International Herald Tribune -- It looks like a Starbucks. It smells and tastes like one too. Settle into one of the comfortable Starbucks-like armchairs and it certainly feels like the real thing.
But the hottest café in the Ethiopian capital is not a Starbucks at all but a knockoff, the creation of a Starbucks devotee who tried to bring the real thing to Ethiopia, which is by many accounts the birthplace of coffee. But she had to settle for a look-alike after the Seattle coffee giant rebuffed her partnership request.
Kaldi's has a Starbucks-like logo and Starbucks-like décor, and its workers wear Starbucks-like green aprons. At the bar, a large coffee is called a "tall" one as at Starbucks, although Kaldi's sticks exclusively to Ethiopia's coffee varieties, while the real Starbucks includes Ethiopia's premium beans among many other offerings.
"I've always loved Starbucks - the ambience of it," said Tseday Asrat, the proprietor of Kaldi's, confessing the obvious inspiration behind her year-old business. "So we created our own version of it here."
Kaldi's is by no means the only pretender around Addis Ababa.
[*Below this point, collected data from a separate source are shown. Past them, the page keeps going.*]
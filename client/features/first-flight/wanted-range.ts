import { percentOfMac, positionOfPercent } from '#shared/core/balance.ts';
import { rangeOfMargins } from '#shared/core/field/wind-ballast.ts';
import type { Target } from '#shared/core/plan.ts';
import type { WingReference } from '#shared/core/wing-reference.ts';
import type { FlightDraft } from './draft.ts';

/** What the range may be taken from. */
export interface RangeSources {
  target: Target | undefined;
  wing: WingReference | null;
  /** mm aft of the datum */
  neutralPoint: number | null;
}

/** Where the model is to balance, mm aft of the datum. */
export interface WantedRange {
  from: number;
  to: number;
  aim: number;
  basis: 'plan' | 'static_margin' | 'typed';
}

/** What can be offered, the plan's own range first. */
export function basesOf({ target, wing, neutralPoint }: RangeSources): WantedRange['basis'][] {
  return [
    ...(target && wing ? (['plan'] as const) : []),
    ...(wing && neutralPoint !== null ? (['static_margin'] as const) : []),
    'typed',
  ];
}

/** The range asked for; null while it is not all there, or runs backwards. */
export function wantedRange(
  sources: RangeSources,
  draft: Pick<FlightDraft, 'basis' | 'margins' | 'typed'>,
): WantedRange | null {
  const bases = basesOf(sources);
  const basis = draft.basis !== null && bases.includes(draft.basis) ? draft.basis : (bases[0] ?? 'typed');
  const { target, wing, neutralPoint } = sources;
  if (basis === 'plan' && target && wing) {
    const at = (percent: number) => positionOfPercent(percent, wing.xLeMac, wing.mac);
    const { percentMac, tolerance } = target;
    return { from: at(percentMac - tolerance), to: at(percentMac + tolerance), aim: at(percentMac), basis };
  }
  const ends =
    basis === 'static_margin' && wing && neutralPoint !== null
      ? rangeOfMargins(neutralPoint, wing.mac, draft.margins)
      : draft.typed;
  const { from, to } = ends;
  if (from === null || to === null || from > to) return null;
  return { from, to, aim: (from + to) / 2, basis };
}

/** A place in % of the mean chord; null without a wing. */
export const percentAt = (x: number, wing: WingReference | null): number | null =>
  wing && percentOfMac(x, wing.xLeMac, wing.mac);
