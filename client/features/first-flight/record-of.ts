import type { FirstFlightInput } from '#shared/schemas/first-flight.ts';
import { firstFlightInput } from '#shared/schemas/first-flight.ts';
import { checkState, type CheckLine } from './checks.ts';
import type { FlightDraft } from './draft.ts';
import type { FlightAccount, Forecast } from './use-flight.ts';

/** What a record still lacks, in words, in the order of the page. */
export function missingOf(
  draft: FlightDraft,
  { account, range }: FlightAccount,
  lines: readonly CheckLine[],
): string[] {
  const { open } = checkState(lines, draft.checks);
  const noWords = lines.some(
    ({ id }) => draft.checks[id]?.answer === 'no' && draft.checks[id].note.trim() === '',
  );
  return [
    ...(account ? [] : ['The weighing is not all there.']),
    ...(range ? [] : ['The range is not all there.']),
    ...(open.length > 0 ? [`${open.length} of the check ${open.length === 1 ? 'is' : 'are'} open.`] : []),
    ...(noWords ? ['Note what is not right, where you answered no.'] : []),
  ];
}

interface RecordOptions {
  draft: FlightDraft;
  account: FlightAccount;
  lines: readonly CheckLine[];
  forecast: Forecast;
  gliderVersion: number;
  now: Date;
}

/** The record as it is signed. @throws ZodError where something is still missing, which `missingOf` tells before */
export function recordOf({
  draft,
  account,
  lines,
  forecast,
  gliderVersion,
  now,
}: RecordOptions): FirstFlightInput {
  const { from, to, basis } = account.range ?? {};
  return firstFlightInput.parse({
    id: draft.id,
    gliderVersion,
    forecast: {
      mass: forecast.mass.value,
      u: forecast.mass.u,
      x: forecast.x?.value ?? null,
      ux: forecast.x?.u ?? null,
      percentMac: forecast.percentMac,
    },
    method: account.method,
    range: { from, to, basis },
    ballast: draft.ballast,
    checks: lines.map(({ id, words }) => ({ id, words, ...draft.checks[id] })),
    place: draft.place,
    wind: draft.wind,
    glides: draft.glides,
    note: draft.note,
    signature: draft.signature,
    signedAt: now.toISOString(),
    follows: draft.follows,
  });
}
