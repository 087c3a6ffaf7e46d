import type { Response } from 'express';
import type { Problem } from '#shared/schemas/problem.ts';
import { PROBLEMS, type AppError } from '#server/errors.ts';
import { sendText } from './packed.ts';

/** Problem details of RFC 9457; `type` leads to the code's line in the API's page. */
export function presentProblem(error: AppError): Problem {
  const { status, title } = PROBLEMS[error.code];
  return {
    type: `/api/docs#${error.code}`,
    title,
    status,
    code: error.code,
    detail: error.message,
    ...(error.extras.errors && { errors: error.extras.errors }),
    ...error.extras.members,
  };
}

export async function sendProblem(res: Response, error: AppError): Promise<void> {
  const body = presentProblem(error);
  res.status(body.status).set(error.extras.headers ?? {});
  await sendText(res, 'application/problem+json', JSON.stringify(body));
}
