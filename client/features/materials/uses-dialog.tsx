import { useQuery } from '@tanstack/react-query';
import { Link } from 'react-router-dom';
import { QueryView } from '#client/components/query-view.tsx';
import { Dialog } from '#client/components/ui/dialog.tsx';
import type { MaterialDto, MaterialUsesDto } from '#shared/schemas/material.ts';
import { materialQueries } from './queries.ts';

interface UsesDialogProps {
  row: MaterialDto;
  onClose: () => void;
  gliderHref: (id: string) => string;
}

/** In which gliders a material is used. */
export function UsesDialog({ row, onClose, gliderHref }: UsesDialogProps) {
  const query = useQuery(materialQueries.uses(row.id));
  return (
    <Dialog open onOpenChange={(open) => !open && onClose()} title={`Where ${row.name} is used`}>
      <QueryView query={query}>{(uses) => <UsesList uses={uses} gliderHref={gliderHref} />}</QueryView>
    </Dialog>
  );
}

interface UsesListProps {
  uses: MaterialUsesDto;
  gliderHref: (id: string) => string;
}

export function UsesList({ uses: { gliders, others }, gliderHref }: UsesListProps) {
  if (gliders.length === 0 && others === 0) return <p>It is not used any more.</p>;
  return (
    <ul className="border-t border-rule">
      {gliders.map(({ id, name }) => (
        <li key={id} className="border-b border-rule">
          <Link to={gliderHref(id)} className="link flex min-h-row items-center">
            {name}
          </Link>
        </li>
      ))}
      {others > 0 && (
        <li className="flex min-h-row items-center text-graphite">
          {others === 1 ? 'One glider of somebody else' : `${others} gliders of others`}
        </li>
      )}
    </ul>
  );
}
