import { useQuery, useQueryClient } from '@tanstack/react-query';
import { useEffect, useMemo } from 'react';
import { countedOf, notedOf } from '#client/lib/built/account.ts';
import { builtQueries } from '#client/lib/built/queries.ts';
import { usePostBox } from '#client/lib/post/use-post-box.ts';
import type { PostBox, WaitingRecord } from '#client/lib/post/post-box.ts';
import { asBuilt } from '#shared/core/built/as-built.ts';
import type { Known } from '#shared/core/field/compare-forecast.ts';
import { fieldAccount } from '#shared/core/field/field-account.ts';
import type { Plan } from '#shared/core/plan.ts';
import type { Estimate } from '#shared/core/result.ts';
import { wingReference } from '#shared/core/wing-reference.ts';
import type { BuildTermsDto } from '#shared/schemas/weighing.ts';
import type { FirstFlightDto } from '#shared/schemas/first-flight.ts';
import { methodOf, type FlightDraft } from './draft.ts';
import { flightQueries, showSigned } from './queries.ts';
import { wantedRange, type RangeSources } from './wanted-range.ts';

/** What drawing and weighings say that the model weighs and where it balances. */
export interface Forecast {
  mass: Known;
  x: Known | null;
  percentMac: number | null;
}

/** What is known of a glider on the field; it needs no connection. */
export interface FieldFacts {
  box: PostBox;
  /** records of this glider that wait on the device */
  waiting: WaitingRecord[];
  /** null while they cannot be had */
  signed: FirstFlightDto[] | null;
  terms: BuildTermsDto | null;
  forecast: Forecast;
  sources: RangeSources;
}

/** The forecast narrows with what was weighed at the bench, as far as this device knows it. */
export function useFieldFacts(gliderId: string, person: string, plan: Plan, result: Estimate): FieldFacts {
  const client = useQueryClient();
  const { box, waiting } = usePostBox(person, gliderId);
  useEffect(() => showSigned(box, client), [box, client]);
  const terms = useQuery(builtQueries.terms(gliderId));
  const weighings = useQuery(builtQueries.weighings(gliderId));
  const signed = useQuery(flightQueries.signed(gliderId));
  const kept = weighings.data?.weighings;
  const forecast = useMemo((): Forecast => {
    const account = asBuilt(plan, countedOf(notedOf(kept ?? [], waiting)));
    const { x, ux } = account;
    return {
      mass: { value: account.mass, u: account.u },
      x: x === null ? null : { value: x, u: ux ?? 0 },
      percentMac: account.percentMac,
    };
  }, [plan, kept, waiting]);
  const neutralPoint = result.balance.neutralPoint;
  const sources = useMemo(
    () => ({ target: plan.target, wing: wingReference(plan), neutralPoint }),
    [plan, neutralPoint],
  );
  return {
    box,
    waiting,
    signed: signed.data?.firstFlights ?? null,
    terms: terms.data ?? null,
    forecast,
    sources,
  };
}

/** What the draft comes to. */
export function flightAccount(draft: FlightDraft, { sources }: Pick<FieldFacts, 'sources'>) {
  const method = methodOf(draft);
  const account = method && fieldAccount(method, draft.ballast, sources.wing);
  return { method: account && method, account, range: wantedRange(sources, draft) };
}
export type FlightAccount = ReturnType<typeof flightAccount>;
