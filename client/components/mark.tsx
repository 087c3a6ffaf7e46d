/** The product's mark: a beam on its pivot with one weight hung from it. */
export function Mark({ className }: { className?: string }) {
  return (
    <svg viewBox="0 0 32 32" aria-hidden="true" className={className}>
      <path d="M2 13.5 30 7.5" fill="none" stroke="currentColor" strokeWidth="2.4" strokeLinecap="round" />
      <path
        d="M18 10.5 12.5 27h11Z"
        fill="none"
        stroke="currentColor"
        strokeWidth="2"
        strokeLinejoin="round"
      />
      <circle cx="5.5" cy="19" r="3.6" fill="var(--ink)" />
    </svg>
  );
}
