import type { Plan } from '#shared/core/plan.ts';
import type { Units } from '#shared/format/units.ts';
import type { FlightDraft } from './draft.ts';

/** One line of the check before the model leaves the hand. */
export interface CheckLine {
  id: string;
  words: string;
  /** caution or measure beside it */
  hint?: string;
  /** a model may be without it */
  mayLack?: boolean;
}

interface CheckFacts {
  /** mm aft of the datum; null while it is not weighed */
  balance: number | null;
  /** m/s, with everything aboard; null where it is not known */
  stall: number | null;
  wind: number | null;
  ballast: number;
  plan: Pick<Plan, 'items'>;
}

/** Wind beyond this share of the stall speed carries a slow model off. Common practice, no source. */
const CALM = 0.5;

/**
 * The check before a first flight: rules and people, then the model from the wing to the tow hook, then the air.
 * Common practice, no source; the field's rules and the country's law come before it.
 */
export function checkLines({ balance, stall, wind, ballast, plan }: CheckFacts, units: Units): CheckLine[] {
  const mm = (value: number) => units.format(value, 'length');
  const speed = (value: number) => units.format(value, 'speed');
  const hook = plan.items.find(({ name }) => /hook/i.test(name));
  return [
    {
      id: 'rules',
      words: 'Club rules, landowner and the country’s rules for this mass are known and kept.',
      hint: 'They come before anything that this page says; the thresholds that we know stand below.',
    },
    {
      id: 'people',
      words: 'Nobody stands under the flight path or ahead down the launch line; the ground is empty.',
      hint: 'Roads, power lines, animals and low sun looked for. Long grass forgives most.',
    },
    {
      id: 'surfaces',
      words: 'Wing, tail and fin sit square and straight, without a warp that was not built in.',
    },
    { id: 'joint', words: 'Spar joint, joiner and every fastening hold a firm pull and twist by hand.' },
    {
      id: 'ballast',
      words:
        ballast > 0
          ? `${units.format(ballast, 'mass')} of ballast fitted and held; it cannot move in flight.`
          : 'Nothing inside can move in flight.',
      hint: 'Lead: no bare swarf, wash your hands.',
    },
    {
      id: 'throws',
      words: 'Each control moves freely, the right way and as far as drawn.',
      hint: 'From behind: rudder to the right goes right, elevator up goes up. Note the throws.',
      mayLack: true,
    },
    {
      id: 'battery',
      words: 'Battery charged, strapped in, neither hot nor swollen.',
      hint: 'A swollen lithium cell stays on the ground, in the open, away from what burns.',
      mayLack: true,
    },
    {
      id: 'failsafe',
      words: 'Failsafe tried with the transmitter off; range walked.',
      hint: 'Somebody holds the model meanwhile.',
      mayLack: true,
    },
    {
      id: 'timer',
      words: 'Timer and dethermaliser run and release as set.',
      mayLack: true,
    },
    {
      id: 'hook',
      words:
        balance === null
          ? 'Tow hook a little ahead of the balance point.'
          : `Tow hook a little ahead of the balance point, which lies at ${mm(balance)}.`,
      hint:
        hook && balance !== null
          ? hook.at[0] < balance
            ? `Drawn at ${mm(hook.at[0])}: ${mm(balance - hook.at[0])} ahead of it.`
            : `Drawn at ${mm(hook.at[0])}: that is behind it. Do not tow so.`
          : 'Behind it, the model rolls off the line.',
      mayLack: true,
    },
    {
      id: 'wind',
      words:
        stall === null
          ? 'Wind light and steady.'
          : `Wind under half the stall speed: ${speed(stall * CALM)}.`,
      hint: windHint(wind, stall, speed),
    },
  ];
}

function windHint(wind: number | null, stall: number | null, speed: (value: number) => string): string {
  if (wind === null) return 'Measure it at head height, into the wind.';
  if (stall === null) return `${speed(wind)} measured.`;
  return wind <= stall * CALM
    ? `${speed(wind)} measured: less than that.`
    : `${speed(wind)} measured: too much for a first flight. Wait.`;
}

/** How far the check has come, and what speaks against a flight. */
export function checkState(lines: readonly CheckLine[], checks: FlightDraft['checks']) {
  const answerOf = (id: string) => checks[id]?.answer ?? null;
  const open = lines.filter(({ id }) => answerOf(id) === null);
  const against = lines.filter(({ id }) => answerOf(id) === 'no');
  return { answered: lines.length - open.length, open, against };
}
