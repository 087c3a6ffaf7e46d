import { useEffect, useRef, useState, type ReactNode } from 'react';

/** How far below the screen something is fetched, so that it is there when it is scrolled to. */
const AHEAD = '400px';

/** Shows what takes long to fetch once the reader is near it; until then what stands in its place. */
export function WhenNear({ before, children }: { before: ReactNode; children: ReactNode }) {
  const place = useRef<HTMLDivElement>(null);
  const [near, setNear] = useState(typeof IntersectionObserver === 'undefined');
  useEffect(() => {
    const element = place.current;
    if (near || !element) return;
    const observer = new IntersectionObserver(
      (entries) => {
        if (entries.some(({ isIntersecting }) => isIntersecting)) setNear(true);
      },
      { rootMargin: AHEAD },
    );
    observer.observe(element);
    return () => observer.disconnect();
  }, [near]);
  return near ? children : <div ref={place}>{before}</div>;
}
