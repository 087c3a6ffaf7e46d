import { describe, expect, it } from 'vitest';
import { bestOf, bestTrades, sentenceOf, stepOf, wholeSentence } from '#client/features/trial/headline.ts';
import { pointLabels } from '#client/features/trial/point-labels.ts';
import type { TrialResult } from '#shared/core/wood-trial.ts';
import { USUAL_UNITS } from '#shared/format/units.ts';

const result = (
  name: string,
  bare: number,
  allUp: number | null,
  margin: number | null = null,
): TrialResult => ({
  name,
  bare,
  allUp,
  margin,
  marginAt: margin === null ? null : 0,
  wingMass: 0,
  wingBare: 0,
  u: 0,
  x: null,
  percentMac: null,
  wingLoading: null,
  classLoading: null,
  ballast: allUp === null ? null : allUp - bare,
  added: allUp === null ? null : 0,
  refused: allUp === null ? { refused: 'wrong_side', takeOff: 1 } : null,
});
const said = (from: TrialResult, to: TrialResult) =>
  wholeSentence(sentenceOf(to.name, stepOf(from, to), USUAL_UNITS)).replaceAll('\u202f', ' ');

describe('the sentence of two trials', () => {
  const drawn = result('As drawn', 100, 120, 2.6);

  it('tells what is saved, what is left of it after the nose weight, and what becomes of the spar', () => {
    expect(said(drawn, result('Light ribs', 96.9, 116, 2.6))).toBe(
      'Light ribs: saves 3.1 g; after re-trim 4.0 g; spar margin unchanged at 2.60',
    );
    expect(said(drawn, result('Light spars', 97, 116, 1.9))).toBe(
      'Light spars: saves 3.0 g; after re-trim 4.0 g; spar margin 1.90 instead of 2.60',
    );
  });

  it('says so when a saving is eaten by ballast, when nothing changes, and when it cannot be trimmed', () => {
    const plain = result('As drawn', 100, 120);
    expect(said(plain, result('Light nose', 98, 123))).toBe(
      'Light nose: saves 2.0 g; after re-trim 3.0 g more',
    );
    expect(said(plain, result('Heavy nose', 102, 118))).toBe(
      'Heavy nose: costs 2.0 g; after re-trim 2.0 g saved',
    );
    expect(said(plain, result('Same', 100, 120))).toBe('Same: no difference in mass');
    expect(said(plain, result('Heavy', 104, null))).toBe(
      'Heavy: costs 4.0 g, but it cannot be trimmed at this arm',
    );
  });

  it('opens with the trial that saves most once trimmed', () => {
    expect(bestOf([drawn, result('a', 96, 116), result('b', 99, 112), result('c', 90, null)])).toBe(2);
    expect(bestOf([drawn])).toBe(0);
    expect(bestOf([drawn, result('dearer', 104, 125)])).toBe(1);
  });
});

describe('the best trades', () => {
  it('are those that nothing beats in both, a difference that is not told being none', () => {
    const rows = [
      result('As drawn', 0, 120, 2.601),
      result('Light ribs', 0, 118, 2.599),
      result('Light spars', 0, 116, 1.9),
      result('Worse', 0, 117, 1.8),
      result('Stuck', 0, null),
    ];
    expect(bestTrades(rows)).toEqual([false, true, true, false, false]);
  });
});

describe('names of points on the plot', () => {
  it('never lie over one another and stay in the frame', () => {
    const points = Array.from({ length: 12 }, (_, i) => ({
      x: 300 + i,
      y: 254.9 + (i % 3) / 7,
      name: `Trial ${i + 1}`,
    }));
    const labels = pointLabels(points, 360);
    for (const [i, a] of labels.entries()) {
      const wide = points[i]!.name.length * 6.4;
      expect(a.textAnchor === 'start' ? a.x + wide : a.x).toBeLessThanOrEqual(360);
      for (const b of labels.slice(i + 1)) {
        if (a.textAnchor === b.textAnchor) expect(Math.abs(a.y - b.y)).toBeGreaterThan(15.9);
      }
    }
  });
});
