import {
  createColumnHelper,
  createSortedRowModel,
  rowSortingFeature,
  tableFeatures,
} from '@tanstack/react-table';
import { NO_VALUE } from '#shared/format/numbers.ts';
import type { Units } from '#shared/format/units.ts';
import type { MaterialDto } from '#shared/schemas/material.ts';
import type { Quantity } from '#shared/units/quantities.ts';
import { categoryWord } from './words.ts';

export const features = tableFeatures({ rowSortingFeature, sortedRowModel: createSortedRowModel() });
const helper = createColumnHelper<typeof features, MaterialDto>();

/** A figure's column: what is not known sorts last, whichever way. */
export interface FigureColumn {
  id: 'density' | 'areal' | 'spread' | 'cv' | 'modulus' | 'strength' | 'moisture';
  label: string;
  quantity: Quantity;
}
export const FIGURES: readonly FigureColumn[] = [
  { id: 'density', label: 'Density', quantity: 'density' },
  { id: 'areal', label: 'By area', quantity: 'areal' },
  { id: 'spread', label: 'Joint', quantity: 'spread' },
  { id: 'cv', label: 'Spread ±', quantity: 'fineShare' },
  { id: 'modulus', label: 'Stiffness', quantity: 'modulus' },
  { id: 'strength', label: 'Strength', quantity: 'strength' },
  { id: 'moisture', label: 'Moisture', quantity: 'fineShare' },
];

/** Text of one figure without its unit, which stands in the heading. */
export function figureText(row: MaterialDto, { id, quantity }: FigureColumn, units: Units): string {
  const value = row[id];
  return value === null ? NO_VALUE : units.format(value, quantity, { bare: true });
}

const byText = (left: string, right: string) => left.localeCompare(right, 'en', { numeric: true });

export const columns = helper.columns([
  helper.accessor('name', { sortFn: (a, b) => byText(a.original.name, b.original.name) }),
  helper.accessor('category', {
    sortFn: (a, b) =>
      byText(categoryWord(a.original.category), categoryWord(b.original.category)) ||
      byText(a.original.name, b.original.name),
  }),
  ...FIGURES.map(({ id }) =>
    helper.accessor((row) => row[id] ?? undefined, {
      id,
      sortUndefined: 'last',
      sortDescFirst: false,
      sortFn: (a, b) => (a.original[id] ?? 0) - (b.original[id] ?? 0),
    }),
  ),
  helper.accessor('basis', { sortFn: (a, b) => byText(a.original.basis, b.original.basis) }),
  helper.accessor('usedBy', { sortFn: (a, b) => a.original.usedBy - b.original.usedBy }),
]);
The latest hotel to go up near the airport is a "Marriot," another knockoff: It uses only one "t" but it has the exact same typeface in its sign as the J.W. Marriott hotel chain. There is a 7-11 convenience store as well, which has no connection with the 7-Eleven stores on so many corners in America. The copycats are evidence of the financial success that many Ethiopians are attaining abroad and of the desire of many of them to invest some of their wealth back home.
Officials at the Starbucks Coffee Company were not thrilled when they learned about Kaldi's. "Even where it may seem playful, this type of misappropriation of a company's name (and reputation) is both derivative and dilutive of their trademark rights," a company spokeswoman, Lara Wyss, said in an e-mail, adding that the company preferred to resolve such conflicts amicably.
The copycat café is not exactly cutting into the real Starbucks's profits, though Kaldi's is popular enough that it will soon open its second café. And Asrat has no fear of competition from the chain, which has left many "Out of Business" signs in its wake.
"They can't compete with me," she said bluntly.
She acknowledged that a large company like Starbucks could theoretically try to undercut her business with lower prices. But prices in Addis Ababa are already quite low. A Kaldi's short macchiato with a Starbucks-like chocolate muffin costs just 6.50 birr, which is less than a dollar and pricey by Ethiopian standards. A similar pick-me-up at a Starbucks in the United States or Europe would cost more than five times as much.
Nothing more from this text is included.